----- Supplied material -----

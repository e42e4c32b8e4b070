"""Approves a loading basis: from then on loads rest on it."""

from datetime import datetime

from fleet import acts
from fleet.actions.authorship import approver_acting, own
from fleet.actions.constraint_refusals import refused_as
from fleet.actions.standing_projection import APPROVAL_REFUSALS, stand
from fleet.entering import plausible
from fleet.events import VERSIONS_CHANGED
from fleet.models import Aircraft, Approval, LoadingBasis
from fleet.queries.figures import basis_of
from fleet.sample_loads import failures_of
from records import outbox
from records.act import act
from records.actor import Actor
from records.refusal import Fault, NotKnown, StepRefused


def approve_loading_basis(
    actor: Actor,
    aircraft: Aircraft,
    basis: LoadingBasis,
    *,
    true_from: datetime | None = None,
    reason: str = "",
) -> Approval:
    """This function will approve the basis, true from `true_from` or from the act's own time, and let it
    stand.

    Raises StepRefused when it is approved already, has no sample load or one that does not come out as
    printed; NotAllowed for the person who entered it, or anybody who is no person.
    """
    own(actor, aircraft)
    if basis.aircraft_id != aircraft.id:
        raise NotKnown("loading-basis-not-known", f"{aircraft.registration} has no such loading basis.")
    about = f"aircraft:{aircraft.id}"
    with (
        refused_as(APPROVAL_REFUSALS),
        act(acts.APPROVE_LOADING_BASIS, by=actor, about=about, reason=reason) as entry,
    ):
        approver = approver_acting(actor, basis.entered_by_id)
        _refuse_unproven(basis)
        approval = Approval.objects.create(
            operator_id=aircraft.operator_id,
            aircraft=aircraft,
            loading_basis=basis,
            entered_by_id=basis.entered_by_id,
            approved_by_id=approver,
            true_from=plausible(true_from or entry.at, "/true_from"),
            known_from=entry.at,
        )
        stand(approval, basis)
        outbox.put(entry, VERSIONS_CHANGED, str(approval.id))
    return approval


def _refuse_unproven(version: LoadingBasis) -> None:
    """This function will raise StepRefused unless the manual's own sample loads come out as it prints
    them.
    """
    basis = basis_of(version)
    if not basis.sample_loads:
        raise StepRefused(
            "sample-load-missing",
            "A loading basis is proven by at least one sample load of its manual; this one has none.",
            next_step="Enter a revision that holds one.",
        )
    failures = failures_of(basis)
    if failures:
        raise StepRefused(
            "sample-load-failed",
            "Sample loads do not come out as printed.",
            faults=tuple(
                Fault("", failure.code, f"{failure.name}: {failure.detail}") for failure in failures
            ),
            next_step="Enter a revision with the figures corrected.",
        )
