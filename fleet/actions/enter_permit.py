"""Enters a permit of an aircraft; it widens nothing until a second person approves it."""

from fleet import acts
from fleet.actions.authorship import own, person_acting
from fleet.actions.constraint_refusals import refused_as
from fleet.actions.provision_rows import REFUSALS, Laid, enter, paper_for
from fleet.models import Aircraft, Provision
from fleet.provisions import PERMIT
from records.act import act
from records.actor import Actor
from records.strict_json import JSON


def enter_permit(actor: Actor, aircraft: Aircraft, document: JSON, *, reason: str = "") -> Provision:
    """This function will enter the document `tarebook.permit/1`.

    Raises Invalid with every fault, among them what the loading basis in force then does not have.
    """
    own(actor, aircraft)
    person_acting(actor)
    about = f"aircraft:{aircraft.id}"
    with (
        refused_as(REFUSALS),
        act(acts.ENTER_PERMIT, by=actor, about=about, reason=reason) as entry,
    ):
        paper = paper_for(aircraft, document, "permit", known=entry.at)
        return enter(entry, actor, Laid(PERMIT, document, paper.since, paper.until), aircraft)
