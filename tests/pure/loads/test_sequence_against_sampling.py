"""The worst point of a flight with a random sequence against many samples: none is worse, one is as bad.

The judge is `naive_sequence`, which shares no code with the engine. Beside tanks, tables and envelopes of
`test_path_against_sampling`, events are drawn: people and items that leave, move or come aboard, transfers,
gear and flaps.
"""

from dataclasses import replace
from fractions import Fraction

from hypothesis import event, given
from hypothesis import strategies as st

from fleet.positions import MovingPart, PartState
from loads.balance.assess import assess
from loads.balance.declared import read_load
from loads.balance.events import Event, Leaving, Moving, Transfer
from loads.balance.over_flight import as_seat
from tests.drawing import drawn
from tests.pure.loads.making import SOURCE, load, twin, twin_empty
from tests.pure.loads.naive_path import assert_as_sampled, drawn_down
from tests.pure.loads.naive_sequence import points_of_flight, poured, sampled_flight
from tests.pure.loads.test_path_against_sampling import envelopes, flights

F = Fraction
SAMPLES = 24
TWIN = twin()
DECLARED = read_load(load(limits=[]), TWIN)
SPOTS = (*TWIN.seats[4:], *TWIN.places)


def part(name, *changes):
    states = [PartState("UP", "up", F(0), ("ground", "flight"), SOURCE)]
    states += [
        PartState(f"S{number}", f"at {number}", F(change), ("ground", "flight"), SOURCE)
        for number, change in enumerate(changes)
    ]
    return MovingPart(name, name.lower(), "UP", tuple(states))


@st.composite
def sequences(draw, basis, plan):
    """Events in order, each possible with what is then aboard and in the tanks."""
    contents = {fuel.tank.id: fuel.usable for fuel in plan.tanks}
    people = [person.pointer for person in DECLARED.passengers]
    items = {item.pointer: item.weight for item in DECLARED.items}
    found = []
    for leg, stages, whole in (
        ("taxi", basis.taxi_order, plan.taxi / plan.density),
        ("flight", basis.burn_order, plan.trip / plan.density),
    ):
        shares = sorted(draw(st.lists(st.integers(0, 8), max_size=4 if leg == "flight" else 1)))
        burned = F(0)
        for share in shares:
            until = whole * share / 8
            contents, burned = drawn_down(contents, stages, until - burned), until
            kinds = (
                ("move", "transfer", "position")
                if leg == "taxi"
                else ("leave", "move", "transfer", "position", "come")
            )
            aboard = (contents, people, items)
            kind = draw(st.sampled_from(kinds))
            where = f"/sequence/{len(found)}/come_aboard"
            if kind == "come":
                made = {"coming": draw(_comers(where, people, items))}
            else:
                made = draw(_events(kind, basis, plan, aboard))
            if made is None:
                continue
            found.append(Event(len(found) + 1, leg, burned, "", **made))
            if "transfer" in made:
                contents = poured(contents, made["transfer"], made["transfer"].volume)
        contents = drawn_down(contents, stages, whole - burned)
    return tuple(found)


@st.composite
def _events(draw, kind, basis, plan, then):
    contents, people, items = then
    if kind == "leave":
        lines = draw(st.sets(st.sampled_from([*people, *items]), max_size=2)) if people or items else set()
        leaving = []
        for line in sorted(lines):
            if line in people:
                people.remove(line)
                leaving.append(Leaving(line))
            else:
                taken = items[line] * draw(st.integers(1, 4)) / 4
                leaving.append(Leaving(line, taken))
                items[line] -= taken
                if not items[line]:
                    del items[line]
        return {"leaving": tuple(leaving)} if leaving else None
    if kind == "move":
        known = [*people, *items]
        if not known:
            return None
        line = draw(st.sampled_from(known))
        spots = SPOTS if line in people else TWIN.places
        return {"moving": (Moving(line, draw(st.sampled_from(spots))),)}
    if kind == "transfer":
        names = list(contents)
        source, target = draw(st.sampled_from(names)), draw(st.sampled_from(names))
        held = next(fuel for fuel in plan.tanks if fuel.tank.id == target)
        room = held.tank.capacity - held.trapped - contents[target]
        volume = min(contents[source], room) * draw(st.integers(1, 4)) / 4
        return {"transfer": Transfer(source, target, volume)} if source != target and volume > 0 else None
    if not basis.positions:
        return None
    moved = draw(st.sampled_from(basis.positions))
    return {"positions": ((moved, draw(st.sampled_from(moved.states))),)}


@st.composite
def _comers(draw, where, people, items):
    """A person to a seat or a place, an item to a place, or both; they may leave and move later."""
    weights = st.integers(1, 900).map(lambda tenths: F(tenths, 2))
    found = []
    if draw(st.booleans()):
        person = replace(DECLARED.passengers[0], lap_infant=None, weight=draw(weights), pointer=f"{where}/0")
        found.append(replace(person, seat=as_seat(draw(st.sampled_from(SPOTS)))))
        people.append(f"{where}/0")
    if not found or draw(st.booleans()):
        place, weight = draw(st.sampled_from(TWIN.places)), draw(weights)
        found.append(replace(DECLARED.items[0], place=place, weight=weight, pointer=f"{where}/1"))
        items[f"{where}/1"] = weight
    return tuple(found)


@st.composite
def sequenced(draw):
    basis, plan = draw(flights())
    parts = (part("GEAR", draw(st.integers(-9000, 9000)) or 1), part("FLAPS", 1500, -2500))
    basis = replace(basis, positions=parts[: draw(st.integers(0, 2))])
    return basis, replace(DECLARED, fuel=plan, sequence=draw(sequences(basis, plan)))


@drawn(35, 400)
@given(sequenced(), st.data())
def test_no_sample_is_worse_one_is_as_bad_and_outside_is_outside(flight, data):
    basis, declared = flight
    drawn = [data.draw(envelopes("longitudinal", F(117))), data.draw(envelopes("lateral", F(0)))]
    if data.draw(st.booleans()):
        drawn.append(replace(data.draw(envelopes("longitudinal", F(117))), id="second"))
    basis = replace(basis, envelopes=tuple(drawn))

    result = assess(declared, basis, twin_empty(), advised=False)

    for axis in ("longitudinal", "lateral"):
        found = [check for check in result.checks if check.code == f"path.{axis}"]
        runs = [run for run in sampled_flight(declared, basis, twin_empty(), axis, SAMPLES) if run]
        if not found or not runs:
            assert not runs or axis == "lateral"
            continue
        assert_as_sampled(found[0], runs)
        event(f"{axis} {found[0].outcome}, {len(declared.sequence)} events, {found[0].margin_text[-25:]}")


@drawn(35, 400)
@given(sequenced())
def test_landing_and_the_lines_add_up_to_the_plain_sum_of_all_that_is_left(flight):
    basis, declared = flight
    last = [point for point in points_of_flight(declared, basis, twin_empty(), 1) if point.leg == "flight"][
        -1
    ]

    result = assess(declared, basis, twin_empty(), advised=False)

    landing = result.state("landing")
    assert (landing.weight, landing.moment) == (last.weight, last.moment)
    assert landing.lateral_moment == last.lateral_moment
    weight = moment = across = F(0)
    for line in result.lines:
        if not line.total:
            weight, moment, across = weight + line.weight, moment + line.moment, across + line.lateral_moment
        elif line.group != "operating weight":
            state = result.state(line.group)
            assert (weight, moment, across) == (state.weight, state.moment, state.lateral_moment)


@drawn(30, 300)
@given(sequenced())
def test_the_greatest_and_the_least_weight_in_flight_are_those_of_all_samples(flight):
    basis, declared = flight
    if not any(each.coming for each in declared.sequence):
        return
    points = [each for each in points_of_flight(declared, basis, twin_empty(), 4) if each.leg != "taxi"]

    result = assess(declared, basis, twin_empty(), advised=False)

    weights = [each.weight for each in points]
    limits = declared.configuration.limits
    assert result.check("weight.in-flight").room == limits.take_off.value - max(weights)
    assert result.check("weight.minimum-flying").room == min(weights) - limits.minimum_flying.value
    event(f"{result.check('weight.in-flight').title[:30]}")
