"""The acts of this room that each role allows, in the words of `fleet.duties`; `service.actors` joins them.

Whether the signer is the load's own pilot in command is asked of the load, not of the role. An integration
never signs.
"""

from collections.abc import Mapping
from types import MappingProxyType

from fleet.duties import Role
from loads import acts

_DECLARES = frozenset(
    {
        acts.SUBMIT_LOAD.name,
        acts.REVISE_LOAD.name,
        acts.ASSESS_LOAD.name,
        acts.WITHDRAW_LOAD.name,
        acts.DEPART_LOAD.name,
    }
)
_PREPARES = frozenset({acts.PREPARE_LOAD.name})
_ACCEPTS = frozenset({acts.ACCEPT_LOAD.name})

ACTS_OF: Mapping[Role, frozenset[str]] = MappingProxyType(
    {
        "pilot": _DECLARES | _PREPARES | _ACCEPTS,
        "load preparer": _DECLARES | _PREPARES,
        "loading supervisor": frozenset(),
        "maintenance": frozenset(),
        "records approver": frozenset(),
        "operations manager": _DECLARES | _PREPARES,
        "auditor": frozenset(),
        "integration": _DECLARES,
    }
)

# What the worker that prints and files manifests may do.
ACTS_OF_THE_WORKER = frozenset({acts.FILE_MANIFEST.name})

-----
----- Supplied material -----

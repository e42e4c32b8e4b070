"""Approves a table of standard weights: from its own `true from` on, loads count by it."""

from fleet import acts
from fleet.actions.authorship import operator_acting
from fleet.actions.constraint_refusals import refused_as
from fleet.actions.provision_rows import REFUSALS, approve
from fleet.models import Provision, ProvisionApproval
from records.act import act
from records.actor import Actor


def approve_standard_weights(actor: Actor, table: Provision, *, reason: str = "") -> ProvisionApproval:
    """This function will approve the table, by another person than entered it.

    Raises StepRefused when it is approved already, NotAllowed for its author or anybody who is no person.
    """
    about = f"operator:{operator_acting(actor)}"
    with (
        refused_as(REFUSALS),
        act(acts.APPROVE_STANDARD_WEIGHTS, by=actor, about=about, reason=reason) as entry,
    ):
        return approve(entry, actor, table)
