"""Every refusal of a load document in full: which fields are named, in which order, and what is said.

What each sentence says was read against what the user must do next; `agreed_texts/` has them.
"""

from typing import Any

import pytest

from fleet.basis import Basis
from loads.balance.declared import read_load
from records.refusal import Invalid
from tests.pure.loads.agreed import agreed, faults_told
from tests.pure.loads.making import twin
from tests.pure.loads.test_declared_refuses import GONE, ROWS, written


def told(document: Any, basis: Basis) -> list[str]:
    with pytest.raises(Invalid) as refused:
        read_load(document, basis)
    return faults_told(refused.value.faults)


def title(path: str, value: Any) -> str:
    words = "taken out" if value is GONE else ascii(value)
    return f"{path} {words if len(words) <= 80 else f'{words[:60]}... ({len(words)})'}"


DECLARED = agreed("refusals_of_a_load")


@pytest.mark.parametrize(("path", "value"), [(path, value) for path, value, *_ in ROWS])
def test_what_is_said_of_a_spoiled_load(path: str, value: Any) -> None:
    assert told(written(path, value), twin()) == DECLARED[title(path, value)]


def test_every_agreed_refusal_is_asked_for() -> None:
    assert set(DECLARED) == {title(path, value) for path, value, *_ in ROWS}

-----

Go through the records and count the lines that include the string "burned"; state that number alone.

Solution.
4